**DIRECTIONS FOR THIS TASK**
From the entries below, copy out every line with "DeckLayout" in it.

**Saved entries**
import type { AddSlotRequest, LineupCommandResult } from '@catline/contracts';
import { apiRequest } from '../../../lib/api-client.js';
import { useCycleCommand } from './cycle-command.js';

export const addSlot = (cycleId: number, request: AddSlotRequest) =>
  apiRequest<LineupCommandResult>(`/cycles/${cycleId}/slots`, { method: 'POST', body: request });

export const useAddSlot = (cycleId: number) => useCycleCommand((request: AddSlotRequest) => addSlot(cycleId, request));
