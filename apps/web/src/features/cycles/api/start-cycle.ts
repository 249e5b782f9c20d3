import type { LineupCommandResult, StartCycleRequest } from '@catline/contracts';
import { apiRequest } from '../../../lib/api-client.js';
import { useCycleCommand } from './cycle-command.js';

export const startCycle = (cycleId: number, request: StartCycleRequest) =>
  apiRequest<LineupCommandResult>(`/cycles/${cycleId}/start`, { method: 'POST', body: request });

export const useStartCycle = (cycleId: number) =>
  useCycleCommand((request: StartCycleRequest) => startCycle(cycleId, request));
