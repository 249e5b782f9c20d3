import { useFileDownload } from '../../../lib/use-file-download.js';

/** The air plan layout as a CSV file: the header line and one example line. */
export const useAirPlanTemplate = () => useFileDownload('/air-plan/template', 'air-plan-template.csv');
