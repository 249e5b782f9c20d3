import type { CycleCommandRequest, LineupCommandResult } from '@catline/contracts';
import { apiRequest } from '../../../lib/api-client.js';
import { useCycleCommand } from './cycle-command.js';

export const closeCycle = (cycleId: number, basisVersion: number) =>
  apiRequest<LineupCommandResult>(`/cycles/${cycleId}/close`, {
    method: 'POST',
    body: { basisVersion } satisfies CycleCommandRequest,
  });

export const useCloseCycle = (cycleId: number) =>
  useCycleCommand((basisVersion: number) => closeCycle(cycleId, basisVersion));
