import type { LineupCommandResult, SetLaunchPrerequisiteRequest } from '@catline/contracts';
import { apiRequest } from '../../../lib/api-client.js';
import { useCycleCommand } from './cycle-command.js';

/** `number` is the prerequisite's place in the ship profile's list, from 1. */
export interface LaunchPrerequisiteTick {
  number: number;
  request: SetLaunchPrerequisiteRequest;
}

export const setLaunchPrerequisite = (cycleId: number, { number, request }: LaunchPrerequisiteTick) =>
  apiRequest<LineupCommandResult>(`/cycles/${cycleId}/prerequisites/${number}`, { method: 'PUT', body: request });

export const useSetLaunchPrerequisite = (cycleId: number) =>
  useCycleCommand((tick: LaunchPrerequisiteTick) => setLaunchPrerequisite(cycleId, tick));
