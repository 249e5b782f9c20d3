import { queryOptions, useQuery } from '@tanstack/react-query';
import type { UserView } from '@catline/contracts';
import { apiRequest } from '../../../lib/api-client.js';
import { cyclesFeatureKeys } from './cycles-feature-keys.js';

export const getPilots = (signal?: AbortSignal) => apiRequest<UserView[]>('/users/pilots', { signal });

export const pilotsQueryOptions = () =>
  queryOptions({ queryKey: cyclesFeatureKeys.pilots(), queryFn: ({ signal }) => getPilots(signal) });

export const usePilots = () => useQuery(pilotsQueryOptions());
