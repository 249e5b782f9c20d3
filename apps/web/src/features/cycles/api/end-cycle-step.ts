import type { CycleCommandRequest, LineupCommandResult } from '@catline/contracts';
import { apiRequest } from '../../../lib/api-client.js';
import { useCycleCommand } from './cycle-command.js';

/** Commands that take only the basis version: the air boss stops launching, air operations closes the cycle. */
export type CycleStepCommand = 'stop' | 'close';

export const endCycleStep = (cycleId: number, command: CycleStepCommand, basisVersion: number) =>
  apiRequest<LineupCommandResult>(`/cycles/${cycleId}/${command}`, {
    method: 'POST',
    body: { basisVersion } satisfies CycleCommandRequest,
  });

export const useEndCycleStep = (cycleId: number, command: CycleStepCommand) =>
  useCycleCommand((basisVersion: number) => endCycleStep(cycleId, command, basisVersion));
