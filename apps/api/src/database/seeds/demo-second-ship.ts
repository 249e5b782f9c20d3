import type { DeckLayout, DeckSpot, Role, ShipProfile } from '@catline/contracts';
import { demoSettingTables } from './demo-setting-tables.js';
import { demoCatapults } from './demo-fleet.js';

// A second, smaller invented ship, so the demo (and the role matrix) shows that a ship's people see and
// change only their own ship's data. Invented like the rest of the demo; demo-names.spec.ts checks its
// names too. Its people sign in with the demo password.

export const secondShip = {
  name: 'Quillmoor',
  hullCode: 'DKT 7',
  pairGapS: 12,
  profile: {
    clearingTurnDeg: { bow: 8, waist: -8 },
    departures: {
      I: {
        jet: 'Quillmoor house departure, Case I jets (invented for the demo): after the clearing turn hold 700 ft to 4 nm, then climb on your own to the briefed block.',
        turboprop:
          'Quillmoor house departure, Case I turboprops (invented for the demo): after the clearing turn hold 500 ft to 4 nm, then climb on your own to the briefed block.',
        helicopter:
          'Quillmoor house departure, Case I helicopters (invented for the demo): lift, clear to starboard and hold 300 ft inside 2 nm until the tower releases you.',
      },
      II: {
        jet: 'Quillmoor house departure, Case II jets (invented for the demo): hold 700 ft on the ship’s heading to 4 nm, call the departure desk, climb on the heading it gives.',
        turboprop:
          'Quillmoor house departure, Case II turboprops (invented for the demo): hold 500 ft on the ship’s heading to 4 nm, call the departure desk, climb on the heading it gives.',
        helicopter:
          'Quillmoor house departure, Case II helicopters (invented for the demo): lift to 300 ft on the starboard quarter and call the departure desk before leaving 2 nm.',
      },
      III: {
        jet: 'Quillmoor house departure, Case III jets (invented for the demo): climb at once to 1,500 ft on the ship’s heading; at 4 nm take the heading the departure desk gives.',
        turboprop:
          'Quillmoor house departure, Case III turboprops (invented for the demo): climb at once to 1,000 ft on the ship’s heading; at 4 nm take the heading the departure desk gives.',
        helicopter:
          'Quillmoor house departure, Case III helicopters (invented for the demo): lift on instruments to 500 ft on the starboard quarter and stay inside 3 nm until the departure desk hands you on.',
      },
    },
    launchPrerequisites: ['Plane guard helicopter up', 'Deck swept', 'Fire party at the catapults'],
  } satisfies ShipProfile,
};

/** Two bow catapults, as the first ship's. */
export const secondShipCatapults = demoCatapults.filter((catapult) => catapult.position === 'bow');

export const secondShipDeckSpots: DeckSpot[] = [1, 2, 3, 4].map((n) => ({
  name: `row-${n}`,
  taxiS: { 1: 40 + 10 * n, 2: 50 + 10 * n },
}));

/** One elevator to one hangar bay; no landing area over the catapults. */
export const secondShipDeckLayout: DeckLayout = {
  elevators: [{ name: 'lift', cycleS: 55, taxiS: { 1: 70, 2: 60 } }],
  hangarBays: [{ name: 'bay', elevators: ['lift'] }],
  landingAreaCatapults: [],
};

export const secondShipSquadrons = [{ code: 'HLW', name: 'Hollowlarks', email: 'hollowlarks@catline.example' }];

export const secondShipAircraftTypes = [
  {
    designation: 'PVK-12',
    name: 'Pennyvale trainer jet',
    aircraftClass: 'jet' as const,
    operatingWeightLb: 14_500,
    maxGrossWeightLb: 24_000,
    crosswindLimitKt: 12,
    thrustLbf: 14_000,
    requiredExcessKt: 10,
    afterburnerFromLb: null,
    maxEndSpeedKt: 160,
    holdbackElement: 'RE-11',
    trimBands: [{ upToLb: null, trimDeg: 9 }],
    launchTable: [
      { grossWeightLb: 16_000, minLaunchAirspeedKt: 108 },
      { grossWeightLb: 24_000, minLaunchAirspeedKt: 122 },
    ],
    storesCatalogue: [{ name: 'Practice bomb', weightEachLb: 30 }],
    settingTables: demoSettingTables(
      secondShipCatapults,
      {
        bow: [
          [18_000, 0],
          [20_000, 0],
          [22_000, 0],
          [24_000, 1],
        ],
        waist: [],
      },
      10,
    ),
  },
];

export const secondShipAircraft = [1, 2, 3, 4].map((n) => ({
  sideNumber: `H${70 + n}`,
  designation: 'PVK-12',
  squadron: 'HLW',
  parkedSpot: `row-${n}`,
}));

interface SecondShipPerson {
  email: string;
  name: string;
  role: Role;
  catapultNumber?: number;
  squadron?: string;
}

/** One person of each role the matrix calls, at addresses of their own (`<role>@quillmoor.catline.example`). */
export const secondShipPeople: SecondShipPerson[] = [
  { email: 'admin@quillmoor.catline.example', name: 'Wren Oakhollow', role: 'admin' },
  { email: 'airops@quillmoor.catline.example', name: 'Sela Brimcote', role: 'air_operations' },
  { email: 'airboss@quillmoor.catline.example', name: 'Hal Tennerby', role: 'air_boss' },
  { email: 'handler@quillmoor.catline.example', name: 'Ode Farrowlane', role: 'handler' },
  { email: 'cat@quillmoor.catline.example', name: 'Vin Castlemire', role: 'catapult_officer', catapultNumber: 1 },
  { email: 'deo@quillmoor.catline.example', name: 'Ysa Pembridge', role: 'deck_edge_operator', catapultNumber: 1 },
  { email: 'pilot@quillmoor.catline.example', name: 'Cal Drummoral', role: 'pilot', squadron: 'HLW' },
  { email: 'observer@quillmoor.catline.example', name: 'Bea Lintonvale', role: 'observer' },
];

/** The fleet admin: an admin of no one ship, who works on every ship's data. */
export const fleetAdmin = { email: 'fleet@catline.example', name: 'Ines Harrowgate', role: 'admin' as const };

**ANSWER SECTION**
import type { DeckLayout, DeckSpot, Role, ShipProfile } from '@catline/contracts';
export const secondShipDeckLayout: DeckLayout = {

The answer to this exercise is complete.